AIM OF THE TASK>
Only some lines are wanted. Transcribe, exactly, the lines below from the line with "filename slicetime/readers/volumes.py" up to and including the line with "batch of volumes".

Dataset entries>
==================================================
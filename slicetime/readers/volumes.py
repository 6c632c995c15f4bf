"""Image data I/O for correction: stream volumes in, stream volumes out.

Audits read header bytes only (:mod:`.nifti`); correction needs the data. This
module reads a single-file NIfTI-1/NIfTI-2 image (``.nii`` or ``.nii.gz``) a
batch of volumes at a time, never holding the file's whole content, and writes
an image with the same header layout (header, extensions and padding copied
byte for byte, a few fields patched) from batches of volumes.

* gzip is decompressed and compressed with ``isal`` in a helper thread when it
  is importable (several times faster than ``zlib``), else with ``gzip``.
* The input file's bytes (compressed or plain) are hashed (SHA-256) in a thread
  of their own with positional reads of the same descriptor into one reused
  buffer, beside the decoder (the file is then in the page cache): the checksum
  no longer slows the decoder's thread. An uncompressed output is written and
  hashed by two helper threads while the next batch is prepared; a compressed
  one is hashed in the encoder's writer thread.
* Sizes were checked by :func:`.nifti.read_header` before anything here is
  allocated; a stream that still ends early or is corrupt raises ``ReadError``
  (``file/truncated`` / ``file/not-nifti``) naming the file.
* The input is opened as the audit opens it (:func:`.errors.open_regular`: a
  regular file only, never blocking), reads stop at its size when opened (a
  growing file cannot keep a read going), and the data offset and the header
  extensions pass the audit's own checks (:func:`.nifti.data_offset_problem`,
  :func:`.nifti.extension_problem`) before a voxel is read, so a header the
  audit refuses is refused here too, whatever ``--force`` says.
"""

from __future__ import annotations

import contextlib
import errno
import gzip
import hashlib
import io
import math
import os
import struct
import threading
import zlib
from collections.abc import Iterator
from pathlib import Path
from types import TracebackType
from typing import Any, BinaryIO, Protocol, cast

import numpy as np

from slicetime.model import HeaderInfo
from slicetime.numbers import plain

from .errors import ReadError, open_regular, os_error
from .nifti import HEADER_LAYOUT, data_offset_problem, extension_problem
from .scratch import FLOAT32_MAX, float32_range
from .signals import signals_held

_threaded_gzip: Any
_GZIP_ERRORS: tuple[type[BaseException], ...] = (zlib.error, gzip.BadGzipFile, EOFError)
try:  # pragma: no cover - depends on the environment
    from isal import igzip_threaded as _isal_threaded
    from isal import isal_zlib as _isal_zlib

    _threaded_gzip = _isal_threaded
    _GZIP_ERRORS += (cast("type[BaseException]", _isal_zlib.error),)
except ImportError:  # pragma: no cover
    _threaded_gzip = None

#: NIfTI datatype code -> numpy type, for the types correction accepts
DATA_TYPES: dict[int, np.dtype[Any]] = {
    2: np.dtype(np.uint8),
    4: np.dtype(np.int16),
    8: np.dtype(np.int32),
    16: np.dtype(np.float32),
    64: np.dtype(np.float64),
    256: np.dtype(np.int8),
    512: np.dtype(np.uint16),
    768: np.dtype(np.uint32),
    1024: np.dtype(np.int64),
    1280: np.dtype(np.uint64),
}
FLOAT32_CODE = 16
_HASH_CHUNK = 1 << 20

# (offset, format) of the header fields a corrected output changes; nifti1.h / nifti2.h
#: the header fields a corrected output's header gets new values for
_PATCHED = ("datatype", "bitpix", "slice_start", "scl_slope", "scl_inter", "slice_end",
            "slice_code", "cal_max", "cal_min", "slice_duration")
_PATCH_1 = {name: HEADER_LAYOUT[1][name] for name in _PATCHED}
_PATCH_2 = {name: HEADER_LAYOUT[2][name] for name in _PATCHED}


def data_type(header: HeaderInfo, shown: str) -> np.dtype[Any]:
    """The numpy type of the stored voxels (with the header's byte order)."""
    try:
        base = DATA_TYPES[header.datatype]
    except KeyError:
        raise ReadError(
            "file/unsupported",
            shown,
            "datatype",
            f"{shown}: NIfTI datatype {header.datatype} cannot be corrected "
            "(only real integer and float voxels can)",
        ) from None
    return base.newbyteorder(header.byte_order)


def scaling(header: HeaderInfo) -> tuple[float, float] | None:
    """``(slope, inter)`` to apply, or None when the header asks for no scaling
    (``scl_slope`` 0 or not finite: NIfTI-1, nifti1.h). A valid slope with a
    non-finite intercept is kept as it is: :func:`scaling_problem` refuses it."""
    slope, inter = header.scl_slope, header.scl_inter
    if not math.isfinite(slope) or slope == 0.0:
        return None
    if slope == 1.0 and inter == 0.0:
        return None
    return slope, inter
==================================================
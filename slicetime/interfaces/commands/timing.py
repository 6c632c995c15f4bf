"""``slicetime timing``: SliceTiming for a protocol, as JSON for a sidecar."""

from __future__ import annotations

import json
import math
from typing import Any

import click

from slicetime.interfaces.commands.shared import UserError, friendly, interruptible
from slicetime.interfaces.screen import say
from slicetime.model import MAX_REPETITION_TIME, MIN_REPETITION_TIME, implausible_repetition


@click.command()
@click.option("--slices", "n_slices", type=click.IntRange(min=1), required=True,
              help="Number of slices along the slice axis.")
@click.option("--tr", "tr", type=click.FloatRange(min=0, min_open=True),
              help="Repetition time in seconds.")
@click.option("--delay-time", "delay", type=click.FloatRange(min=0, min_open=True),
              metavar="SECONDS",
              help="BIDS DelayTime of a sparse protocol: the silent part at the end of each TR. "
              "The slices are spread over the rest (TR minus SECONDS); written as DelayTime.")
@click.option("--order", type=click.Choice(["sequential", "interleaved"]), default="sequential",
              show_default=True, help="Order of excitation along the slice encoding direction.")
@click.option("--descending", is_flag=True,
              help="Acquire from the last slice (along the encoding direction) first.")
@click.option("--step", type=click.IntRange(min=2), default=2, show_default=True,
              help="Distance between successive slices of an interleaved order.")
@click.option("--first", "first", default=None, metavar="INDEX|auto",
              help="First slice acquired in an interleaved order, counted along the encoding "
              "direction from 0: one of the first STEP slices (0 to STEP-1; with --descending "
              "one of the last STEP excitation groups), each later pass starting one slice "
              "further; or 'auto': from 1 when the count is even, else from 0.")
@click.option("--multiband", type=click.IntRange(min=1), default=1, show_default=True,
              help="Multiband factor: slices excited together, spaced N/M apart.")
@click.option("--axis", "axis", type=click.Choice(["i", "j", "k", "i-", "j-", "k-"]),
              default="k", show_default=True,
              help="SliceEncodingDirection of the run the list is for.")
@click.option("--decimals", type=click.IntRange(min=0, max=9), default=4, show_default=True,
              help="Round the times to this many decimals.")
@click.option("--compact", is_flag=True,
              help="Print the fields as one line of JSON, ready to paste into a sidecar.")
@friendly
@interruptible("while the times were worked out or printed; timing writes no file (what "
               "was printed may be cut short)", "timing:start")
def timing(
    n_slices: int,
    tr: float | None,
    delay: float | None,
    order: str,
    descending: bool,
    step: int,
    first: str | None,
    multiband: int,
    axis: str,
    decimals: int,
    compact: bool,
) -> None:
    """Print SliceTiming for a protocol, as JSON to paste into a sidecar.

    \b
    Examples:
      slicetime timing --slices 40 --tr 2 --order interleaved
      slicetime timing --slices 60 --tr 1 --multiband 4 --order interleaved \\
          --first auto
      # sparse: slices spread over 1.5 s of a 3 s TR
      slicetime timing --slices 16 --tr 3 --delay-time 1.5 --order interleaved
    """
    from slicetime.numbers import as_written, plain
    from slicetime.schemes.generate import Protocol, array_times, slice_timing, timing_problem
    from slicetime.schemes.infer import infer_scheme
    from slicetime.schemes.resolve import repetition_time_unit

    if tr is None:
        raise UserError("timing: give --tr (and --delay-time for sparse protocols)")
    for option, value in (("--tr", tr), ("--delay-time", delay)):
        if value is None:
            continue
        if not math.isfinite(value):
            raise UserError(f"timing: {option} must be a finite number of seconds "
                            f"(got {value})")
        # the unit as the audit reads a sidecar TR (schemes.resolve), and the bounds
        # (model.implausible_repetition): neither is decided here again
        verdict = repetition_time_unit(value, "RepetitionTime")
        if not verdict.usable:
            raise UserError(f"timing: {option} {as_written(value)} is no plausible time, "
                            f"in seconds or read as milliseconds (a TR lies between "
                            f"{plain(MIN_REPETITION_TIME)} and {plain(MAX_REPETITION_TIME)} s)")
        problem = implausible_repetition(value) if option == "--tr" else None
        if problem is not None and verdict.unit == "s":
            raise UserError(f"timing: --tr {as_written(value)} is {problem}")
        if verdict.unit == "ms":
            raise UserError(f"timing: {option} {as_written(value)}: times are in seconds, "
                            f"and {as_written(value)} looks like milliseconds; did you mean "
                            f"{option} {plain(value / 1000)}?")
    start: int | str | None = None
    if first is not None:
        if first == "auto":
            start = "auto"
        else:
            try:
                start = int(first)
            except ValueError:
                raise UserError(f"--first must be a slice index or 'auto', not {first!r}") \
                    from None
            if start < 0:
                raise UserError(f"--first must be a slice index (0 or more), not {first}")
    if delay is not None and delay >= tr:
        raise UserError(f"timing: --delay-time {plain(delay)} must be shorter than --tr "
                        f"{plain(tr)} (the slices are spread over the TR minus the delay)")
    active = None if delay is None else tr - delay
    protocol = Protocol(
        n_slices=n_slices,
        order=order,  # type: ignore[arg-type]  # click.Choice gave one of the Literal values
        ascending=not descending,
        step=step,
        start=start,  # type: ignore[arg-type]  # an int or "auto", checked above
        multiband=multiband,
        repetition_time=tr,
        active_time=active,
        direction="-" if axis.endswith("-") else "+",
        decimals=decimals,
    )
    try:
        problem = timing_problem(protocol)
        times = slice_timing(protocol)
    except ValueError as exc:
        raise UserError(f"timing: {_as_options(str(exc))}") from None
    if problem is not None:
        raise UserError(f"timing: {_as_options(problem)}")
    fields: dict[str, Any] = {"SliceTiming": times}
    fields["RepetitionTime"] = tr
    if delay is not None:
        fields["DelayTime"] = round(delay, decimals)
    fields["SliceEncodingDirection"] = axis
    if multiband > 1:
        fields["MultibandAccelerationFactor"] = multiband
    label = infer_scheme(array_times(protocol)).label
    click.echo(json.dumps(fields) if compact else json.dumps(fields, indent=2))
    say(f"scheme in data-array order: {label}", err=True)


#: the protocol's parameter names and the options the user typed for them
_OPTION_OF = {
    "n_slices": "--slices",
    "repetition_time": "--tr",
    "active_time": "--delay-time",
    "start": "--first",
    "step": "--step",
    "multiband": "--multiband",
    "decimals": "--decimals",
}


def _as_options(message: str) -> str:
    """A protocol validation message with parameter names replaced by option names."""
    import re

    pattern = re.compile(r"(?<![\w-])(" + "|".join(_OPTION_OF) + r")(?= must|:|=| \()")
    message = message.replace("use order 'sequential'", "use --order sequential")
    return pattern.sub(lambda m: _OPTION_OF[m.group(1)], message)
==================================================
COMPLETED TASK>
filename slicetime/readers/volumes.py
repository 6c632c995c15f4bf
"""Image data I/O for correction: stream volumes in, stream volumes out.

Audits read header bytes only (:mod:`.nifti`); correction needs the data. This
module reads a single-file NIfTI-1/NIfTI-2 image (``.nii`` or ``.nii.gz``) a
batch of volumes at a time, never holding the file's whole content, and writes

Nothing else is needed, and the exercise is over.